IAG-IASPEI 2017

Presentation information

Oral

IASPEI Symposia » S20. Earth and planetary space and remote sensing seismology; i.e., seismology without seismometers

[S20-1] Earth and planetary space and remote sensing seismology; i.e., seismology without seismometers

Tue. Aug 1, 2017 1:30 PM - 3:00 PM Room 402 (Kobe International Conference Center 4F, Room 402)

Chairs: Lucie Rolland (Observatoire de la Côte d'Azur) , Kosuke Heki (Hokkaido University)

1:45 PM - 2:00 PM

[S20-1-02] Ionospheric volcanology: GNSS-TEC observation & modeling of the 2015 Kuchinoerabujima eruption

Yuki Nakashima1, Kiwamu Nishida2, Yosuke Aoki2, Giovanni Occhipinti3, Kosuke Heki1 (1.Hokkaido University, Sapporo, Japan, 2.The University of Tokyo, Tokyo, Japan, 3.Paris Diderot University, Paris, France)
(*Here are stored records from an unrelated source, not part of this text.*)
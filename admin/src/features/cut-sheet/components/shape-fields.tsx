import { centreLabels, neckAndUnderarm, tipSideLabels } from '@ellwand/shared/cut-sheet/words';
import { useFormContext, useWatch } from 'react-hook-form';
import { Fieldset } from '../../../components/ui/fieldset.js';
import { blankRows } from '../model/blank-rows.js';
import type { TypedSheet } from '../model/typed-sheet.js';
import { type BoxName, ChoiceBox, CountBox, LengthBox, WordsBox } from './boxes.js';
import { RowList } from './row-list.js';

/** Darts: where they stand and what they take up. */
export function DartFields() {
  return (
    <Fieldset
      legend="Darts"
      hint="From the centre line along the waist to the middle of the dart; the tip above or below the waist."
    >
      <RowList name="darts" one="dart" blank={blankRows.darts} empty="No darts yet.">
        {(index) => <DartRow index={index} />}
      </RowList>
    </Fieldset>
  );
}

function DartRow({ index }: { readonly index: number }) {
  const at = `darts.${index}` as const;
  const { control } = useFormContext<TypedSheet>();
  const pieces = useWatch({ control, name: 'pieces' });
  const choices = {
    '': 'Not said',
    ...Object.fromEntries(pieces.map(({ key, name }, place) => [key, name.trim() || `Piece ${place + 1}`])),
  };
  return (
    <div className="space-y-4">
      <div className="grid grid-cols-2 items-start gap-4 sm:grid-cols-[minmax(0,1fr)_minmax(0,1fr)_6rem]">
        <ChoiceBox name={`${at}.piece`} label="Piece" choices={choices} />
        <WordsBox name={`${at}.where`} label="Where" optional />
        <CountBox name={`${at}.count`} label="How many" />
      </div>
      <div className="grid grid-cols-2 items-start gap-4 lg:grid-cols-6">
        <LengthBox name={`${at}.fromCentre`} label="From centre" />
        <ChoiceBox name={`${at}.centre`} label="Which centre" choices={centreLabels} />
        <LengthBox name={`${at}.tip`} label="Tip" />
        <ChoiceBox name={`${at}.tipSide`} label="Tip lies" choices={tipSideLabels} />
        <LengthBox name={`${at}.length`} label="Length" />
        <LengthBox name={`${at}.intake`} label="Intake" />
      </div>
    </div>
  );
}

const sections = ['neck', 'underarm'] as const;

/** Neck and underarm: lengths that a part has once. */
export function NeckFields() {
  return (
    <Fieldset
      legend="Neck and underarm"
      hint="Width straight across from neck point to neck point; depth straight down from the line between them."
    >
      <div className="grid grid-cols-2 items-end gap-4 lg:grid-cols-3">
        {sections.flatMap((section) =>
          Object.entries(neckAndUnderarm[section]).map(([field, label]) => (
            <LengthBox key={field} name={`${section}.${field}` as BoxName} label={label} />
          )),
        )}
      </div>
    </Fieldset>
  );
}
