import { useSyncExternalStore } from 'react';
import { Button } from '../components/ui/button.js';
import { useOffline } from '../offline/context.js';
import { newerWorkroom } from './newer-workroom.js';

/** Offered only while nothing waits to be sent: the new one might read the old one's tray differently. */
export function NewerNotice() {
  const take = useSyncExternalStore(newerWorkroom.subscribe, newerWorkroom.snapshot);
  const { outbox } = useOffline();
  const { operations } = useSyncExternalStore(outbox.subscribe, outbox.snapshot);
  if (!take || operations.length > 0) return null;
  return (
    <p
      role="status"
      className="flex flex-wrap items-center gap-3 border-b border-hair bg-indigo-tint px-4 py-2 text-table"
    >
      A newer Workroom is ready.
      <Button height="dense" onClick={take}>
        Use it now
      </Button>
    </p>
  );
}
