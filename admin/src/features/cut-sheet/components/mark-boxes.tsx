import { FieldError } from '../../../components/ui/field.js';
import { fieldId } from '../../../lib/form-mistakes.js';
import { useBox, useMistake } from './boxes.js';

type Ends = 'pattern.marks' | `pattern.pairs.${number}`;

/** The places of two marks in pixels, to be typed where they are not tapped. */
export function MarkBoxes({
  at,
  letters,
}: {
  readonly at: Ends;
  readonly letters: readonly [first: string, second: string];
}) {
  return (
    <div className="grid grid-cols-2 gap-4">
      <Place at={`${at}.from`} letter={letters[0]} />
      <Place at={`${at}.to`} letter={letters[1]} />
    </div>
  );
}

function Place({ at, letter }: { readonly at: `${Ends}.${'from' | 'to'}`; readonly letter: string }) {
  const across = useBox(`${at}.x`);
  const down = useBox(`${at}.y`);
  const whole = useMistake(at);
  const error = across.error ?? down.error ?? whole;
  return (
    <fieldset id={fieldId(at)} tabIndex={-1}>
      <legend className="text-label font-medium">{letter}, px across and down</legend>
      <div className="mt-1 flex gap-1.5">
        <PixelBox box={across} label={`${letter}, pixels across`} wrong={error !== undefined} />
        <PixelBox box={down} label={`${letter}, pixels down`} wrong={error !== undefined} />
      </div>
      {error && <FieldError id={`${fieldId(at)}-error`}>{error}</FieldError>}
    </fieldset>
  );
}

function PixelBox({
  box: { id, error: _error, ...box },
  label,
  wrong,
}: {
  readonly box: ReturnType<typeof useBox>;
  readonly label: string;
  readonly wrong: boolean;
}) {
  return (
    <input
      type="text"
      inputMode="numeric"
      autoComplete="off"
      id={id}
      aria-label={label}
      aria-invalid={wrong || undefined}
      className="box figures min-w-0 px-2 text-right"
      {...box}
    />
  );
}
Efforts in last decade prove that ionosphere, mainly observed by GNSS measuring the total electron content (TEC), is sensitive to geophysical phenomena as earthquakes, tsunamis, and, more recently, volcanic explosions.
Kuchinoerabujima is a volcanic island located in ~200 km southwest of Kyushu, Japan. The volcano erupted at 0:59 UT May 2015 (VEI 3).
We found a concentric acoustic wave following the eruption in GNSS-TEC time series. We used 1 Hz GEONET (GSI) data for this analysis. The observed wave seems include high frequency (5–10 mHz) pulse disappearing in the first ~300 km around the volcano and a monochromatic wave (~5 mHz) observable for more than ~20 min and reaching the distance of ~400 km. The traveltime indicates the wavefront is almost spherical. We interpreted those signals as a combination of, first, the direct shock wave propagating within the atmosphere/ionosphere and, second, the acoustic wave trapped in the lower atmosphere/ionosphere by the effect of the cut-off frequency change with the altitude.
Our observation are also supported by various ground observations: barometers (NIED; AIST), microphones (NIED; JMA) and broadband seismometer (NIED). We detected ~1 hPa wide frequency range (2–70 mHz) air wave in near-field and ~15 mHz perturbation reflecting or refracting once or twice at ~100 km from the volcano. The difference of frequency components derives from the instruments noise level or dispersion of the wave.
In order to validate our hypothesis we support and discuss our observations with the light of the modeling with the main goal of constrain some physical parameters of interest in volcanology.

Acknowledgement: We thank AIST for barometric records by the integrated groundwater observation well network for earthquake prediction of the Tonankai/Nankai earthquake. We also thanks IPGP, ERI and Hokkaido Univ. exchange programs to make our collaboration possible.